Evaluate the expression (1^4⋅(5+3)/(6−2))^2 . Show all your work.(4 points)
We first evaluate the expression inside the parentheses:
1^4 = 1
5+3 = 8
6-2 = 4
So, (1^4⋅(5+3)/(6−2))^2 becomes (1⋅8/4)^2.
Next, we simplify the expression inside the parentheses:
1⋅8/4 = 2
So, (1⋅8/4)^2 becomes 2^2.
Finally, we evaluate 2^2:
2^2 = 4
Therefore, the expression (1^4⋅(5+3)/(6−2))^2 evaluates to 4.
To evaluate the expression (1^4⋅(5+3)/(6−2))^2, we will follow the order of operations, which is commonly known as PEMDAS (Parentheses, Exponents, Multiplication and Division- from left to right, and Addition and Subtraction- from left to right).
First, let's simplify the expression inside the parentheses:
(5+3) = 8
(6-2) = 4
Now we have:
(1^4⋅8/4)^2
Next, let's simplify the exponents:
1^4 = 1
Now we have:
(1⋅8/4)^2
After that, let's perform the multiplication and division:
8/4 = 2
Now we have:
(1⋅2)^2
Finally, let's complete the calculation by evaluating the expression:
(1⋅2)^2 = 2^2 = 4
Therefore, the value of the expression (1^4⋅(5+3)/(6−2))^2 is 4.

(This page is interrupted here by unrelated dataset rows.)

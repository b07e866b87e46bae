package org.flexbound.document;

import java.util.List;
import java.util.Locale;
import java.util.Optional;

/** A workbook or a CSV file: named sheets in order. Close it to give its file back. */
public interface SheetFile extends AutoCloseable {
  /**
   * The file's name as the user gave it.
   *
   * @return the name
   */
  String name();

  /**
   * The sheets, in the order of the file, hidden ones included.
   *
   * @return the sheets
   */
  List<Sheet> sheets();

  /**
   * A sheet by its name, upper and lower case alike.
   *
   * @param name the name
   * @return the sheet, if there is one
   */
  default Optional<Sheet> sheet(String name) {
    String wanted = name.strip().toLowerCase(Locale.ROOT);
    return sheets().stream()
        .filter(sheet -> sheet.name().strip().toLowerCase(Locale.ROOT).equals(wanted))
        .findFirst();
  }

  @Override
  void close();
}
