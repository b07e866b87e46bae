package org.flexbound.document;

import java.nio.file.Path;
import java.util.Optional;
import org.flexbound.finding.Findings;
import org.flexbound.finding.Outcome;
import org.flexbound.finding.Where;

/** Opens a file of tables by what it holds, whatever its ending: a workbook, or separated values. */
public final class TableFile {
  private static final String EXPECTED =
      "a workbook (.xlsx, .xls) or a text file of separated values (.csv)";

  private TableFile() {}

  /**
   * Opens a file.
   *
   * @param file where it lies
   * @param shownName its name in messages
   * @param layout how it is written, if it is text
   * @param limits how much is read at most
   * @return the sheets, or the findings that say why there are none
   * @throws java.io.UncheckedIOException where the system does not let it be read
   */
  public static Outcome<SheetFile> open(
      Path file, String shownName, CsvLayout layout, ReadLimits limits) {
    Findings findings = new Findings();
    Optional<InputFileCheck.Kind> kind =
        InputFileCheck.kind(file, shownName, EXPECTED, findings);
    if (kind.isEmpty()) {
      return Outcome.none(findings.list());
    }
    return switch (kind.get()) {
      case ZIP, COMPOUND -> WorkbookFile.open(file, shownName, limits);
      case TEXT -> CsvFile.open(file, shownName, layout, limits);
      default -> {
        findings.add(
            DocumentFinding.UNREADABLE,
            Where.file(shownName),
            "found " + kind.get().words() + "; expected " + EXPECTED);
        yield Outcome.none(findings.list());
      }
    };
  }

  /**
   * Whether a file's rows are lines of text.
   *
   * @param file an open file
   * @return true for separated values, false for a workbook
   */
  public static boolean isText(SheetFile file) {
    return file instanceof CsvFile;
  }
}
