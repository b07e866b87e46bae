package org.flexbound.document;

import java.io.IOException;
import java.io.InputStream;
import java.io.InputStreamReader;
import java.io.UncheckedIOException;
import java.nio.charset.StandardCharsets;
import java.nio.file.Files;
import java.nio.file.Path;
import java.util.List;
import java.util.Locale;
import org.apache.commons.io.input.ReaderInputStream;
import org.flexbound.finding.Finding;
import org.flexbound.finding.Findings;
import org.flexbound.finding.Outcome;
import org.flexbound.finding.Refusal;
import org.flexbound.finding.Where;
import org.jspecify.annotations.Nullable;

/**
 * Opens a text file of separated values (RFC 4180, with any separator and either decimal sign) as a
 * file of one sheet. Rows are streamed; lines above the header are rows like the others.
 */
public final class CsvFile implements SheetFile {
  private static final String EXPECTED = "a text file of separated values (.csv)";
  private static final int HEAD = 1 << 16;

  private final Path path;
  private final String name;
  private final CsvDialect dialect;
  private final ReadLimits limits;

  private CsvFile(Path path, String name, CsvDialect dialect, ReadLimits limits) {
    this.path = path;
    this.name = name;
    this.dialect = dialect;
    this.limits = limits;
  }

  /**
   * Opens a file within the usual limits.
   *
   * @param file where it lies
   * @param shownName its name in messages
   * @param layout what is known about how it is written
   * @return the file with one sheet, or the findings that say why there is none
   * @throws UncheckedIOException where the system does not let it be read
   */
  public static Outcome<SheetFile> open(Path file, String shownName, CsvLayout layout) {
    return open(file, shownName, layout, ReadLimits.USUAL);
  }

  /**
   * Opens a file.
   *
   * @param file where it lies
   * @param shownName its name in messages
   * @param layout what is known about how it is written
   * @param limits how much is read at most
   * @return the file with one sheet, or the findings that say why there is none
   * @throws UncheckedIOException where the system does not let it be read
   */
  public static Outcome<SheetFile> open(
      Path file, String shownName, CsvLayout layout, ReadLimits limits) {
    Findings findings = new Findings();
    InputFileCheck.Kind kind =
        InputFileCheck.kind(file, shownName, EXPECTED, findings).orElse(null);
    if (kind == null) {
      return Outcome.none(findings.list());
    }
    if (kind != InputFileCheck.Kind.TEXT) {
      findings.add(
          DocumentFinding.UNREADABLE,
          Where.file(shownName),
          "found "
              + kind.words()
              + "; expected "
              + EXPECTED
              + (kind == InputFileCheck.Kind.ZIP
                  ? ". If it is a workbook, give it its own ending (.xlsx)"
                  : ""));
      return Outcome.none(findings.list());
    }
    try (InputStream in = Files.newInputStream(file)) {
      byte[] head = in.readNBytes(HEAD);
      CsvDialect dialect = CsvDialect.of(head, head.length < HEAD, layout);
      if (layout.charset().isPresent() && !dialect.canDecode(head, head.length < HEAD)) {
        findings.add(
            DocumentFinding.UNREADABLE,
            Where.file(shownName),
            "found bytes that are not "
                + dialect.charset().name().toLowerCase(Locale.ROOT)
                + ", the encoding that is stated; another is windows-1252");
        return Outcome.none(findings.list());
      }
      if (layout.separator().isEmpty()
          || layout.decimalSign().isEmpty()
          || layout.charset().isEmpty()) {
        findings.add(
            DocumentFinding.CSV_LAYOUT, Where.file(shownName), "read with " + dialect.words());
      }
      return Outcome.of(new CsvFile(file, shownName, dialect, limits), findings.list());
    } catch (IOException refused) {
      throw new UncheckedIOException(refused);
    }
  }

  @Override
  public String name() {
    return name;
  }

  @Override
  public List<Sheet> sheets() {
    return List.of(new Rows());
  }

  @Override
  public void close() {
    // no file stays open between visits
  }

  private final class Rows implements Sheet {
    private @Nullable LimitedStream reading;
    private long size;

    @Override
    public String name() {
      String last = name.substring(Math.max(name.lastIndexOf('/'), name.lastIndexOf('\\')) + 1);
      int point = last.lastIndexOf('.');
      return point > 0 ? last.substring(0, point) : last;
    }

    @Override
    public Where where() {
      return Where.file(name);
    }

    @Override
    public Where cell(int row, int column) {
      return CsvRow.place(name, row, column);
    }

    @Override
    public double shareRead() {
      LimitedStream stream = reading;
      return stream == null || size <= 0 ? 0 : (double) stream.count() / size;
    }

    @Override
    public void forEachRow(RowVisitor visitor) {
      try (InputStream in = stream()) {
        new CsvScanner(in, dialect, limits, new CsvRow(name, dialect)).forEachRow(visitor);
      } catch (LimitedStream.Passed passed) {
        throw refusal(DocumentFinding.LIMIT, where(), WorkbookFile.words(passed));
      } catch (CsvScanner.BadQuotes bad) {
        throw refusal(
            DocumentFinding.UNREADABLE, Where.line(name, bad.line()), WorkbookFile.words(bad));
      } catch (IOException refused) {
        throw new UncheckedIOException(refused);
      }
    }

    private InputStream stream() throws IOException {
      LimitedStream in =
          new LimitedStream(Files.newInputStream(path), limits.inflatedBytes(), "inflated-bytes");
      reading = in;
      size = Files.size(path);
      in.skipNBytes(dialect.markBytes());
      return dialect.isByteWise()
          ? in
          : ReaderInputStream.builder()
              .setReader(new InputStreamReader(in, dialect.charset()))
              .setCharset(StandardCharsets.UTF_8)
              .get();
    }

    private Refusal refusal(DocumentFinding kind, Where where, String message) {
      return new Refusal(List.of(new Finding(kind, where, message)));
    }
  }
}
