package org.flexbound.app;

import java.util.Optional;
import org.flexbound.frame.FrameModel;
import org.flexbound.frame.Member;
import org.flexbound.reduce.Places;
import org.flexbound.setup.Station;
import org.flexbound.setup.Vector;

/** Looks up in a frame model where stations are. */
final class ModelPlaces implements Places {
  private final FrameModel model;

  ModelPlaces(FrameModel model) {
    this.model = model;
  }

  @Override
  public Optional<Vector> of(Station station) {
    if (station instanceof Station.AtPoint at) {
      return Optional.of(at.point());
    }
    if (station instanceof Station.AtNode at) {
      return model.nodes().containsKey(at.node())
          ? Optional.of(model.place(at.node()).plus(at.offset()))
          : Optional.empty();
    }
    Station.OnMember on = (Station.OnMember) station;
    Member member = model.members().get(on.member());
    if (member == null) {
      return Optional.empty();
    }
    Vector start = model.start(member);
    return Optional.of(start.plus(model.end(member).minus(start).times(on.at())));
  }
}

To evaluate the expression (1^4⋅(5+3)/(6−2))^2, we need to follow the order of operations. Here's how we can solve it step by step:
1. Inside the parentheses: (5+3) = 8.
2. Inside the parentheses: (6-2) = 4.
Now the expression becomes: (1^4⋅8/4)^2.
3. Exponent: 1^4 = 1.
4. Multiplication: 1⋅8 = 8.
5. Division: 8/4 = 2.
Now the expression becomes: (2)^2.
6. Exponent: 2^2 = 4.
Therefore, the value of the expression (1^4⋅(5+3)/(6−2))^2 is 4.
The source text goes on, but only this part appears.